Pada kesempatan pertama Dr. Prom Vichethakara membahas peran MK (Constitutional Council) Kamboja dalam makalah yang berjudul “Constitutional Court and the Protection of Social and Economic Rights”. Membuka presentasinya, ia menyatakan bahwa setelah dua dekade perang saudara, Kamboja menikmati kedamaian dan stabilitas. Kamboja juga mulai mengakui hak asasi manusia (HAM) dalam Konstitusi 1993, yang menjabarkan hak sosial ekonomi warganya. Selain itu, Kamboja juga mengakui Pernyataan Umum tentang Hak-Hak Asasi Manusia (Universal Declaration of Human Rights, UDHR) yang tercantum dalam Piagam PBB.
MK Kamboja merupakan satu-satunya lembaga tinggi yang berwenang menyatakan bahwa undang-undang (UU) yang diadopsi oleh Dewan Nasional konstitusional atau inkonstitusional. Lembaga ini telah memainkan peran penting sejak didirikan pada 1998 dengan menguji konstitusionalitas UU. Pada 2016, MK Kamboja menguji UU Serikat Pekerja dan menyatakan UU tersebut konstitusional. UU tersebut mengatur kebebasan pekerja untuk berserikat tanpa diskriminasi gender, usia, dan kebangsaan.

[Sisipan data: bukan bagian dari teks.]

#: The four corners of a mixed second difference, in the order (+,+), (+,-), (-,+), (-,-).
_CORNERS = np.array([[1.0, 1.0], [1.0, -1.0], [-1.0, 1.0], [-1.0, -1.0]])


def _axis_points(point: np.ndarray, h: np.ndarray, lo: int, hi: int) -> np.ndarray:
    """Rows ``lo:hi`` of ``point +- h_i e_i`` in the order (0, +), (0, -), (1, +), ..."""
    k = np.arange(lo, hi)
    axis, sign = k // 2, np.where(k % 2 == 0, 1.0, -1.0)
    x = np.repeat(point[None, :], k.size, axis=0)
    x[np.arange(k.size), axis] += sign * h[axis]
    return x


def _pair_points(point: np.ndarray, h: np.ndarray, first: np.ndarray, second: np.ndarray, lo: int,
                 hi: int) -> np.ndarray:
    """Rows ``lo:hi`` of the corners ``point + s h_i e_i + t h_j e_j`` of the pairs ``(first, second)``, 4 per pair."""
    k = np.arange(lo, hi)
    pair, corner = k // 4, k % 4
    i, j = first[pair], second[pair]
    x = np.repeat(point[None, :], k.size, axis=0)
    rows = np.arange(k.size)
    x[rows, i] += _CORNERS[corner, 0] * h[i]
    x[rows, j] += _CORNERS[corner, 1] * h[j]
    return x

Pada 2016, MK Kamboja juga menguji UU Upah Minimum yang memajukan kehidupan yang layak, menciptakan lapangan kerja, menambah produktivitas pekerja, dan mendorong peningkatan peluang investasi.

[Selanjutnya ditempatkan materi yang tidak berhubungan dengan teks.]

@dataclass
class TuneResult:
    """Everything the tuning job found and advises.

    Attributes
    ----------
    parameter_names : list of str
    proposal_covariance : ndarray of shape (d, d)
        Ready to use: propose ``theta + N(0, proposal_covariance)``.
    posterior_mean : ndarray of shape (d,)
        From the tuned fixed-proposal run, with ``posterior_mean_mcse``.
    posterior_covariance : ndarray of shape (d, d)
        The pilot's shrinkage estimate from pooled fixed-proposal stages.
    step_sizes : ndarray of shape (d,)
        Per-parameter proposal standard deviations for samplers that take only those.
    single_step : float
        The best one step size for all parameters.
    expected_acceptance : float
        Of the proposal covariance on the Gaussian with the posterior covariance.
    comparison : list of ComparisonRow
    findings : list of Finding
    pilot_evaluations : int
        Evaluations spent on the mode search and the pilot.
    """

    parameter_names: list
    bounds: np.ndarray
    mode_fit: ModeFit
    proposal_covariance: np.ndarray
    posterior_mean: np.ndarray
    posterior_mean_mcse: np.ndarray
    posterior_covariance: np.ndarray
    step_sizes: np.ndarray
    single_step: float
    expected_acceptance: float
    structure: Structure
    comparison: list
    findings: list
    pilot_evaluations: int
    total_evaluations: int
    seconds_per_evaluation: float
    target_ess: int
    warmup_steps: int
    thinning: int
    pilot: PilotResult
    advice: Advice
    runs: dict = field(repr=False, default_factory=dict)
    current_proposal: np.ndarray | None = None
    seed: object = None
    partial: bool = False
    regions: list = field(default_factory=list)
    reparam: object = None
    worker_busy: float | None = None

    @property
    def slowdowns(self) -> dict:
        """Predicted slow-downs of the alternatives to the tuned proposal (see :mod:`walktune.theory`)."""
        return self.advice.slowdowns

    @property
    def effective_dimension(self) -> float:
        return self.structure.effective_dimension

    @property
    def rotation(self) -> np.ndarray:
        """``W`` with ``W W^T = posterior_covariance`` (lower Cholesky): ``z = W^{-1} (theta - mean)``."""
        return np.linalg.cholesky(self.posterior_covariance)

    def evaluations_needed(self) -> dict:
        """Evaluations each proposal needs for ``target_ess`` (from its measured min ESS)."""
        out = {}
        for row in self.comparison:
            rate = row.ess_per_1000 / 1000
            out[row.proposal] = float(np.ceil(self.target_ess / rate)) if rate > 0 else float("inf")
        return out

    def to_dict(self) -> dict:
        """The advice.json payload (schema ``walktune.advice/1``; see docs/advice-schema.md)."""
        from . import __version__

        names = self.parameter_names
        needed = self.evaluations_needed()
        return {
            "schema": SCHEMA,
            "walktune_version": __version__,
            "source": "pilot",
            "partial": self.partial,
            "seed": self.seed if isinstance(self.seed, (int, type(None))) else str(self.seed),
            "parameter_names": names,
            "bounds": [[_json_float(lo), _json_float(hi)] for lo, hi in self.bounds],
            "mode": self.mode_fit.mode.tolist(),
            "mode_message": self.mode_fit.message,
            "posterior_mean": self.posterior_mean.tolist(),
            "posterior_mean_mcse": self.posterior_mean_mcse.tolist(),
            **advice_payload(self.advice, self.structure, names),
            "warmup_steps": self.warmup_steps,
            "thinning": self.thinning,
            "target_ess": self.target_ess,
            "evaluations_needed": {k: _json_float(v) for k, v in needed.items()},
            "seconds_per_evaluation": self.seconds_per_evaluation,
            "pilot_evaluations": self.pilot_evaluations,
            "total_evaluations": self.total_evaluations,
            "worker_busy_share": self.worker_busy,
            "pilot_converged": self.pilot.converged,
            "comparison": [row.to_dict() for row in self.comparison],
            "regions": [
                {
                    "mode": r.mode.tolist(),
                    "mean": r.mean.tolist(),
                    "covariance": r.covariance.tolist(),
                    "proposal_covariance": theory.optimal_proposal(r.covariance).tolist(),
                    "share_of_draws": r.share,
                    "chains": r.chains,
                }
                for r in self.regions
            ],
            "reparameterisation": None if self.reparam is None else {
                "transforms": {t.name: t.kind for t in self.reparam.transforms},
                "informed_dimension": self.reparam.informed,
                "file": "reparam.json",
            },
            "findings": [f.to_dict() for f in self.findings],
            "caution": CAUTION,
        }

    def save(self, directory) -> Path:
        """Write advice.json, the proposal covariance (.npy, .csv) and the draws (.npz) atomically."""
        from .export import result_files
        from .io import write_folder

        return write_folder(Path(directory), result_files(self))


def _limit_text(limit) -> str:
    return f" ({limit:g} s)" if limit else ""


def _worker_busy(counted: _Counted, evaluator) -> float | None:
    """Share of the wall time of batches evaluated on workers that the workers spent evaluating
    (None for in-process evaluation)."""
    workers = getattr(evaluator, "parallelism", 1)
    if workers <= 1 or counted.worker_seconds <= 0:
        return None
    return float(min(1.0, counted.busy_seconds / (counted.worker_seconds * workers)))


class _JobState:
    """Where a running job is and its best estimate so far: what partial advice is made from."""

    def __init__(self):
        self.names = None
        self.counted = None
        self.stage = None
        self.covariance = None
        self.scale_factor = 1.0
        self.basis = None
        self.rows: list = []

    def estimate(self, covariance: np.ndarray, scale_factor: float, basis: str) -> None:
        self.covariance, self.scale_factor, self.basis = covariance, scale_factor, basis

    def partial_advice(self) -> dict:
        """Advice from the best covariance so far, marked partial; no proof unless some proof runs finished."""
        payload = {
            "schema": SCHEMA,
            "partial": True,
            "stopped_in_stage": self.stage,
            "evaluations": self.counted.count if self.counted is not None else 0,
            "parameter_names": self.names,
            "basis": None,
            "proposal_covariance": None,
            "step_sizes": None,
            "comparison": [row.to_dict() for row in self.rows],
            "caution": "Partial advice from an interrupted run: not yet checked by fixed-proposal runs. " + CAUTION,
        }
        if self.covariance is not None:
            try:
                advice = advise(self.covariance, scale_factor=self.scale_factor)
            except (WalktuneError, np.linalg.LinAlgError, ValueError):
                return payload
            payload.update(
                basis=self.basis,
                proposal_covariance=advice.proposal_covariance.tolist(),
                step_sizes=advice.step_sizes.tolist(),
            )
        return payload


def _json_float(value: float):
    return float(value) if np.isfinite(value) else (None if np.isnan(value) else ("inf" if value > 0 else "-inf"))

Paparan kedua “The Constitutional Court of the Kingdom of Thailand and its Role in Economic and Social Rights Protection” dibawakan oleh Pitaksin Sivaroot. Ia menjelaskan bahwa Mahkamah Konstitusi Thailand telah mengeluarkan beberapa putusan terkait perlindungan hak sosial ekonomi misalnya Putusan Nomor 15/2555 Tahun 2012 terkait diskriminasi terhadap para penyandang disabilitas pada ujian kualifikasi pejabat peradilan. Dalam putusan tersebut, MK Thailand memutus bahwa ketentuan terkait kualifikasi pejabat peradilan yang menyatakan “memiliki atribut fisik atau mental yang tidak cocok untuk seorang pejabat pengadilan” inkonstitusional karena melanggar hak penyandang disabilitas untuk terlibat dalam pekerjaan atas dasar kesetaraan dengan orang lain pada umumnya, sesuai dengan Konvensi Perserikatan Bangsa-Bangsa tentang Hak-Hak Penyandang Disabilitas.

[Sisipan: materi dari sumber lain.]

"""Findings: what the analysis noticed, each with a stable kind, severity and message.

Kinds and the rules that raise them (thresholds are common practice unless a
source is named):

* ``strong-correlation``: ``|rho| >= 0.9`` between two parameters (critical at 0.99).
* ``ill-conditioned``: the correlation matrix's eigenvalues span >= 2 decades
  (critical at 4): a diagonal or isotropic proposal will crawl along the long axes.
* ``not-converged``: rank-normalised split R-hat > 1.01 on the measured chains
  (critical above 1.1); Vehtari et al. (2021) recommend below 1.01.
* ``weakly-identified``: posterior sd above 20% of the width of a finite bound
  interval (a uniform distribution over it has 29%), or, with a prior given
  apart, posterior variance at least 80% of the prior's; and the number of
  prior-dominated directions of the likelihood-informed split.
* ``poor-acceptance``: a measured acceptance rate below 0.1 or above 0.7
  (optimal is 0.44 in one dimension, Gelman, Roberts and Gilks 1996, down to
  0.234 as the dimension grows, Roberts, Gelman and Gilks 1997).
* ``acceptance-mismatch``: the tuned covariance's measured acceptance is more
  than 1.5 times off (either way) the acceptance expected on a Gaussian with the
  pilot's covariance (a rule of thumb): the posterior is not Gaussian in shape,
  and the measured figure is the one to trust.
* ``imprecise-ess``: the recommended run's ESS rests on fewer than
  ``diagnostics.IACTS_FOR_PRECISE_ESS`` autocorrelation times over its chains, so
  its relative error is above ``diagnostics.IACT_RELATIVE_ERROR``; not raised beside
  ``proof-unsettled``, which covers it with one count.
* ``proof-unsettled``: the proof's budget ran out before the recommended run
  had a reliable ESS and R-hat below 1.01 on every parameter; says what is
  missing and how many more evaluations would settle it (extrapolated from the
  run's measured IACT, :func:`walktune.recommend.evaluations_still_needed`).
* ``pilot-unsettled``: the pilot ended before the covariance and scale settled;
  a warning when its last estimate rested on too few independent draws to
  confirm a shape and some parameter's spread had grown 1.5-fold or more over
  the start (the posterior may be wider still), else a note.

``not-converged`` and ``imprecise-ess`` are about the recommended run, the one
the posterior table comes from; ``pilot_converged`` in advice.json is false
whenever ``not-converged`` or ``pilot-unsettled`` is raised.
"""

from __future__ import annotations

from dataclasses import asdict, dataclass, field, replace

import numpy as np

from .diagnostics import IACT_RELATIVE_ERROR, IACTS_FOR_PRECISE_ESS
from .theory import optimal_scale, predicted_parameter_iact

SEVERITIES = ("info", "warn", "critical")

Pembicara ketiga, Nyi Nyi Lwin dari MK (Constitutional Tribunal) Myanmar mempresentasikan “Constitutional Jurisdiction and Protection of Socio-Economic Rights in Myanmar”. Nyi Nyi Lwin mengungkapkan bahwa MK Myanmar didirikan pada 2011 untuk menguji konstitusionalitas undang-undang yang ditetapkan dan dilaksanakan oleh eksekutif. Lembaga ini tidak memiliki yurisdiksi untuk menangani pengaduan langsung oleh individu, tetapi menangani kasus yang diajukan oleh parlemen di tingkat pusat dan daerah. Melalui putusan MK Myanmar, peraturan daerah hak-hak sosial ekonomi dapat secara independen diberlakukan oleh parlemen di tingkat pusat dan daerah. (Yuniar Widiastuti/NRA).